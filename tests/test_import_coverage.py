"""Import coverage: every field a rule reads that a file lacks, and what that costs its parts."""

from __future__ import annotations

import json
from pathlib import Path

import pytest

from partpick.catalog.importer import import_catalog
from partpick.cli import app
from partpick.design.spec import load_spec
from partpick.fields import fields_of
from partpick.render.catalog import coverage_sentences
from partpick.screening.coverage import coverage_gaps
from partpick.screening.pick import ROLE_RULES, screen_role
from partpick.screening.profiles import load_profile
from tests.conftest import BUNDLED_CATALOGS

SCREENING = Path(__file__).parent / "data" / "screening"
NO_IRMS = "MPN,Inductance,Isat,DCR,SRF,Lifecycle\n" + "".join(
    f"TC-{i},{i} uH,3 A,10 mOhm,40 MHz,active\n" for i in range(1, 13)
)
NO_SRF = "MPN,Inductance,Isat,Irms,DCR,Lifecycle\n" + "".join(
    f"TC-{i},{i} uH,3 A,2 A,10 mOhm,active\n" for i in range(1, 13)
)


def _sentences(db_file, path, kind) -> list[str]:
    (report,) = import_catalog(db_file, [path], kind)
    gaps = coverage_gaps(kind, report.fields_present)
    return coverage_sentences(gaps, report.added + report.updated + report.unchanged)


def test_a_file_without_a_core_field_leaves_every_part_unverified(db_file, write_csv):
    assert _sentences(db_file, write_csv(NO_IRMS), "inductor") == [
        "no column for irms_a: all 12 parts will be unverified for the inductor role (rms check)"
    ]


def test_a_file_without_a_check_only_field_skips_that_check(db_file, write_csv):
    assert _sentences(db_file, write_csv(NO_SRF), "inductor") == [
        "no column for srf_hz: the srf check is skipped for these 12 parts"
    ]


def test_a_capacitor_file_without_esr_costs_both_capacitor_roles(db_file, write_csv):
    text = "MPN,Capacitance,Voltage,Ripple Current\nTC-1,10 uF,50 V,2 A\n"
    sentences = _sentences(db_file, write_csv(text), "capacitor")
    assert sentences[0] == (
        "no column for esr_ohm: the one part will be unverified for the input-cap and "
        "output-cap roles (ripple-voltage check)"
    )


MOSFETS_NO_CHANNEL = (
    "MPN,Description,VDS,ID,Rds(on),Qgd,Tj max,Theta JA,Lifecycle\n"
    "TQ-1,N-channel 30 V trench switch,30 V,10 A,9 mOhm,3 nC,150,60,active\n"
    "TQ-2,30 V switch P-CH,30 V,10 A,9 mOhm,3 nC,150,60,active\n"
    "TQ-3,30 V trench switch,30 V,10 A,9 mOhm,3 nC,150,60,active\n"
)


def test_a_channel_the_descriptions_state_is_no_gap_for_those_parts(db_file, write_csv):
    (report,) = import_catalog(db_file, [write_csv(MOSFETS_NO_CHANNEL)], "mosfet")
    assert dict(report.inferred) == {"channel": 2}  # TQ-1 and TQ-2 say it; TQ-3 does not
    gaps = coverage_gaps("mosfet", report.fields_present, report.inferred)
    assert coverage_sentences(gaps, 3) == [
        "no column for channel: read from the description for 2 of 3 parts; the other part "
        "will be unverified for the switch role (channel check)"
    ]


def test_a_channel_every_description_states_costs_nothing(db_file, write_csv):
    text = MOSFETS_NO_CHANNEL.replace("30 V trench switch,30 V", "NMOS 30 V,30 V")
    (report,) = import_catalog(db_file, [write_csv(text)], "mosfet")
    gaps = coverage_gaps("mosfet", report.fields_present, report.inferred)
    assert coverage_sentences(gaps, 3) == [
        "no column for channel: read from the description for every part"
    ]


def test_map_file_constants_count_as_columns(db_file, write_csv, tmp_path):
    map_path = tmp_path / "m.toml"
    map_path.write_text('[constants]\nlifecycle = "active"\n', encoding="utf-8")
    (report,) = import_catalog(db_file, [write_csv(NO_SRF)], "inductor", map_file=map_path)
    assert "lifecycle" not in {g.field for g in coverage_gaps("inductor", report.fields_present)}


@pytest.fixture(scope="module")
def bundled_db(tmp_path_factory) -> str:
    path = str(tmp_path_factory.mktemp("bundled") / "bundled.db")
    for kind, name in (("inductor", "inductors"), ("capacitor", "capacitors"),
                       ("diode", "diodes"), ("mosfet", "mosfets")):  # fmt: skip
        import_catalog(path, [BUNDLED_CATALOGS / f"{name}.csv"], kind)
    return path


@pytest.mark.parametrize("role", sorted(ROLE_RULES))
def test_the_declared_rule_fields_are_what_the_rules_report_missing(bundled_db, role):
    """The coverage report reads each rule module's RULES; they must match its rules."""
    rules = ROLE_RULES[role]
    declared = {needs.rule: set(needs.fields) for needs in rules.rules}
    known = {f.name for f in fields_of(rules.kind)}
    assert all(names <= known for names in declared.values())
    spec = load_spec(SCREENING / "spec.toml", {"vin_ripple": "20 mV"})  # every rule made
    screen, _ = screen_role(bundled_db, spec, role, profile=load_profile("standard"))
    for result in screen.rules:
        if result.rule == "data":  # core fields no other rule reads
            continue
        assert result.rule in declared, result.rule
        assert {name for name, _mask in result.missing} <= declared[result.rule], result.rule


def test_import_json_gives_columns_unread_hints_missing_fields_and_counts(
    runner, db_file, write_csv
):
    text = "MPN,Inductance,Rated Current,DCR (mΩ),Bin\nTC-1,1 uH,3 A,10,x\nTC-2,2 uH,2 A,20,y\n"
    args = ["import", str(write_csv(text)), "--kind", "inductor", "--db", db_file]
    result = runner.invoke(app, [*args, "--format", "json"])
    assert result.exit_code == 0, result.output
    (doc,) = json.loads(result.output)
    assert doc["counts"]["parts"] == 2 and doc["counts"]["added"] == 2
    assert {c["header"]: c["field"] for c in doc["columns"]} == {
        "MPN": "mpn", "Inductance": "inductance_h", "DCR (mΩ)": "dcr_ohm"
    }  # fmt: skip
    dcr = next(c for c in doc["columns"] if c["field"] == "dcr_ohm")
    assert dcr["unit"] == "mΩ" and dcr["scale"] == pytest.approx(1e-3)
    unread = {u["header"]: u for u in doc["unread"]}
    assert unread["Rated Current"]["candidates"] == ["isat_a", "irms_a"]
    assert unread["Rated Current"]["map_line"] == "'Rated Current' = \"isat_a\""
    assert unread["Bin"]["candidates"] == []
    missing = {m["field"]: m for m in doc["missing"]}
    assert missing["isat_a"]["unverified_roles"] == ["inductor"]
    assert missing["srf_hz"]["rules"] == [{"role": "inductor", "rule": "srf", "optional": True}]
    assert "skipped for these 2 parts" in missing["srf_hz"]["consequence"]


def test_the_import_table_says_what_the_missing_columns_cost(runner, db_file, write_csv):
    args = ["import", str(write_csv(NO_IRMS)), "--kind", "inductor", "--db", db_file]
    result = runner.invoke(app, args, terminal_width=200)
    assert result.exit_code == 0, result.output
    assert "no column for irms_a: all 12 parts will be unverified" in result.output


def test_fields_lists_units_rules_and_wordings(runner):
    result = runner.invoke(app, ["fields", "--kind", "inductor", "--format", "json"])
    assert result.exit_code == 0, result.output
    entries = {e["field"]: e for e in json.loads(result.output)}
    assert set(entries) == {f.name for f in fields_of("inductor")}
    assert entries["isat_a"]["unit"] == "A"
    assert entries["isat_a"]["rules"] == [
        {"role": "inductor", "rule": "saturation", "optional": False}
    ]
    assert "Saturation Current (Isat)" in entries["isat_a"]["wordings"]
    assert "Rated Current" in entries["irms_a"]["ambiguous_wordings"]


def test_fields_table_and_an_unknown_kind(runner):
    result = runner.invoke(app, ["fields"], terminal_width=200)
    assert result.exit_code == 0, result.output
    assert "mosfet fields" in result.output and "Miller Charge" in result.output
    bad = runner.invoke(app, ["fields", "--kind", "resistor"])
    assert bad.exit_code == 2 and "no part kind 'resistor'" in bad.output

Work instruction: Gather every line from the entries above where the word "reads" appears, and copy them.

Solution to this task:
"""Import coverage: every field a rule reads that a file lacks, and what that costs its parts."""
    """The coverage report reads each rule module's RULES; they must match its rules."""
        if result.rule == "data":  # core fields no other rule reads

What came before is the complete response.